The ring main that powers this system also powers a few usual suspects for noise generation (namely laptop and TV). If you've already gone down the route of dedicated ring main or have other mains devices, note that this review applies to a setup with no other attention to the mains power supply. Not to say that the filter will not still have an effect on these setups of course!
I was advised before receiving this device that it would be best to leave it plugged in for 24 hours or so before it would sound at its best. I can't comment on the validity of this as I dutifully plugged it in and went out for the evening. The next evening I tested it.

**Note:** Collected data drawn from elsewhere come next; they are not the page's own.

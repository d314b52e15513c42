/** Shots that nobody listed: the times at which a swing's velocity jumps while its position goes on. */
import type { Oscillation, SwingSamples } from './swingSums.ts';

export interface FoundJump {
  /** s. */
  readonly time: number;
  /** Jump of x′ over ω_n, unit of x. */
  readonly jump: number;
  /** Over the usual size of what the same filter makes of the record's noise. */
  readonly score: number;
}

/** The record is put into so many bins a period. */
const BINS_A_PERIOD = 48;
/** Reach of the filter to each side, bins. */
const REACH = BINS_A_PERIOD / 6;
/** A jump that stands out less is not taken; by chance of normal noise once in some 10⁹ bins. */
const STANDS_OUT = 6.5;
/** Jumps closer than this part of a period are one. */
const CLOSEST = 0.3;
/** Periods to each side over which the rest line counts as straight. */
const SLOW = 2;
/** A jump smaller than this part of the largest is the filter's own side of it. */
const SMALLEST = 0.03;

/**
 * Times at which the second-order recurrence of the free swing fails: x(t+τ) − 2e^{−ζωτ}cos(ω_dτ) x(t) + e^{−2ζωτ} x(t−τ) is zero for a
 * free swing about zero, and a pulse of known shape where the velocity jumps; that shape is looked for.
 *
 * Valid: ω_n and ζ known to some per cent; ten or more samples a period. Source: derived; matched filter for white noise.
 */
export function findJumps(samples: SwingSamples, { frequency: w, ratio: z }: Oscillation): readonly FoundJump[] {
  const period = (2 * Math.PI) / w;
  const step = Math.max(period / BINS_A_PERIOD, (samples.t[samples.t.length - 1]! - samples.t[0]!) / Math.max(1, samples.t.length - 1));
  const x = evenBins(samples, step);
  const reach = Math.max(2, Math.round((REACH * (period / BINS_A_PERIOD)) / step));
  if (x.length < 6 * reach) return [];
  const root = Math.sqrt(1 - z * z);
  const tau = reach * step;
  const e = Math.exp(-z * w * tau);
  const [turn, fall] = [2 * e * Math.cos(w * root * tau), e * e];
  const response = (s: number): number => (s <= 0 ? 0 : (Math.exp(-z * w * s) * Math.sin(w * root * s)) / root);
  // What a jump at bin 0 makes of the recurrence at bin k.
  const shape = Array.from({ length: 2 * reach + 1 }, (_, k) => {
    const s = (k - reach) * step;
    return response(s + tau) - turn * response(s) + fall * response(s - tau);
  });
  const size = shape.reduce((sum, value) => sum + value * value, 0);
  const found = new Float64Array(x.length);
  const raw = new Float64Array(x.length - 2 * reach);
  for (let i = 0; i < raw.length; i++) raw[i] = x[i + 2 * reach]! - turn * x[i + reach]! + fall * x[i]!;
  // What the rest line makes of it changes slowly.
  const slow = slowLevel(raw, Math.round((SLOW * period) / step));
  const wrong = new Float64Array(x.length);
  for (let i = 0; i < raw.length; i++) wrong[i + reach] = raw[i]! - slow[i]!;
  for (let i = 2 * reach; i < x.length - 2 * reach; i++) {
    let sum = 0;
    for (let k = -reach; k <= reach; k++) sum += wrong[i + k]! * shape[k + reach]!;
    found[i] = sum / size;
  }
  return peaksOf(found, 2 * reach, Math.max(2, Math.round((CLOSEST * period) / step))).map(({ at, height, score }) => ({ time: samples.t[0]! + at * step, jump: height, score }));
}

/** Means over even bins; one without a sample lies on the line between its neighbours. */
function evenBins({ t, x, use }: SwingSamples, step: number): Float64Array {
  const bins = Math.floor((t[t.length - 1]! - t[0]!) / step) + 1;
  const [sums, counts] = [new Float64Array(bins), new Float64Array(bins)];
  for (let i = 0; i < t.length; i++) {
    if (use && use[i] === 0) continue;
    const bin = Math.min(bins - 1, Math.round((t[i]! - t[0]!) / step));
    sums[bin]! += x[i]!;
    counts[bin]! += 1;
  }
  const values = sums.map((sum, i) => (counts[i]! > 0 ? sum / counts[i]! : NaN));
  let last = -1;
  for (let i = 0; i < bins; i++) {
    if (Number.isNaN(values[i]!)) continue;
    for (let j = last + 1; j < i; j++) values[j] = last < 0 ? values[i]! : values[last]! + ((values[i]! - values[last]!) * (j - last)) / (i - last);
    last = i;
  }
  for (let j = last + 1; j < bins; j++) values[j] = last < 0 ? 0 : values[last]!;
  return values;
}

/** Median over `half` values to each side, taken at intervals and joined by straight lines: the pulses of a few jumps do not move it. */
function slowLevel(x: Float64Array, half: number): Float64Array {
  const every = Math.max(1, half >> 2);
  const at = Array.from({ length: Math.floor((x.length - 1) / every) + 1 }, (_, k) => {
    const about = x.slice(Math.max(0, k * every - half), k * every + half + 1).sort();
    return about[about.length >> 1]!;
  });
  return x.map((_, i) => {
    const k = Math.floor(i / every);
    const next = at[k + 1] ?? at[k]!;
    return at[k]! + ((next - at[k]!) * (i - k * every)) / every;
  });
}

function peaksOf(found: Float64Array, edge: number, apart: number): readonly { readonly at: number; readonly height: number; readonly score: number }[] {
  const sizes = Array.from(found.subarray(edge, found.length - edge), Math.abs).sort((a, b) => a - b);
  if (sizes.length === 0) return [];
  const usual = 1.4826 * sizes[sizes.length >> 1]!;
  const largest = sizes[sizes.length - 1]!;
  const least = Math.max(STANDS_OUT * usual, SMALLEST * largest);
  const peaks: { readonly at: number; readonly height: number; readonly score: number }[] = [];
  for (let i = edge; i < found.length - edge; i++) {
    const here = Math.abs(found[i]!);
    if (!(here > least)) continue;
    let isTop = true;
    for (let k = Math.max(edge, i - apart); k <= Math.min(found.length - edge - 1, i + apart) && isTop; k++) if (Math.abs(found[k]!) > here || (Math.abs(found[k]!) === here && k < i)) isTop = false;
    if (!isTop) continue;
    const [a, b, c] = [Math.abs(found[i - 1]!), here, Math.abs(found[i + 1]!)];
    const bend = a - 2 * b + c;
    peaks.push({ at: i + (bend < 0 ? (a - c) / (2 * bend) : 0), height: found[i]!, score: usual > 0 ? here / usual : Infinity });
  }
  return peaks;
}

/** Hysteresis of a trigger about the middle of its range, as a part of it. */
const HYSTERESIS = 0.2;

/** Times at which a trigger rises through the middle of its range, between the two samples. Valid: samples in order; a trigger that falls at the shot is turned over first. */
export function risesOf(t: Float64Array, trigger: Float64Array): readonly number[] {
  let [low, high] = [Infinity, -Infinity];
  for (const value of trigger) if (!Number.isNaN(value)) {
    low = Math.min(low, value);
    high = Math.max(high, value);
  }
  if (!(high > low)) return [];
  const half = (low + high) / 2;
  const armedBelow = half - HYSTERESIS * (high - low);
  const rises: number[] = [];
  let armed = false;
  for (let i = 0; i < t.length; i++) {
    const value = trigger[i]!;
    if (value < armedBelow) armed = true;
    if (!armed || !(value >= half)) continue;
    armed = false;
    const before = trigger[i - 1]!;
    rises.push(before < half ? t[i - 1]! + ((t[i]! - t[i - 1]!) * (half - before)) / (value - before) : t[i]!);
  }
  return rises;
}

The test began with Verdi's Requiem (Solti / Decca). The dies irae is a challenging passage, combining big percussion, high brass/strings and a full chorus. Without the filter in place, the drums had all of their presence and echo, with the top end hard to pick out, as usual. With the filter, the picture was rather different. There was not much tangible difference down at the already pleasantly fat low end, but the upper registers were almost a revelation. Brass loses its harsh, almost grating quality and becomes as bright as it should be. The chorus is easier to follow, as one can now hear what is being sung rather than aware that something vocal is going on behind a screen of music. It was rather as if a veil had been removed from between ears and speakers.
Next up was Beethoven's Fidelio (Klemperer / Columbia). This is a fantastic, lively recording, and the first duet and aria seemed as good as any to try. This is musically extremely simple, much more so than the Requiem, with only a strong voice and a light instrumental accompaniment. Tone is beautifully captured on the record, and Klemperer's grasp of the music is without match. Here there was slightly less difference with or without the filter. The voices were a touch purer with the filter in place, though it was not as obvious as for the previous test with the Verdi. With Beethoven, it takes an A/B listen and some concentration to tell the difference.
Moving back to something dramatic, Orff's Carmina Burana (Jochum / Deutsche Grammophon) fits the bill. DG (especially from the mid 70s onwards) were better known for the quality of their performers than their recordings. This is demonstrated here - the recording is rather gritty and tends towards harshness, though clearly it's an impressive performance. Listening to one of the later passages, without the filter, the top end is once again rough. To the point of setting one's teeth on edge. As in the Requiem, the top end becomes cleaner, more open (and, in this case, just about bearable) when the filter is introduced. It doesn't make the quality of the mastering any better (of course, this is just not possible!) but seems to make the very best of it.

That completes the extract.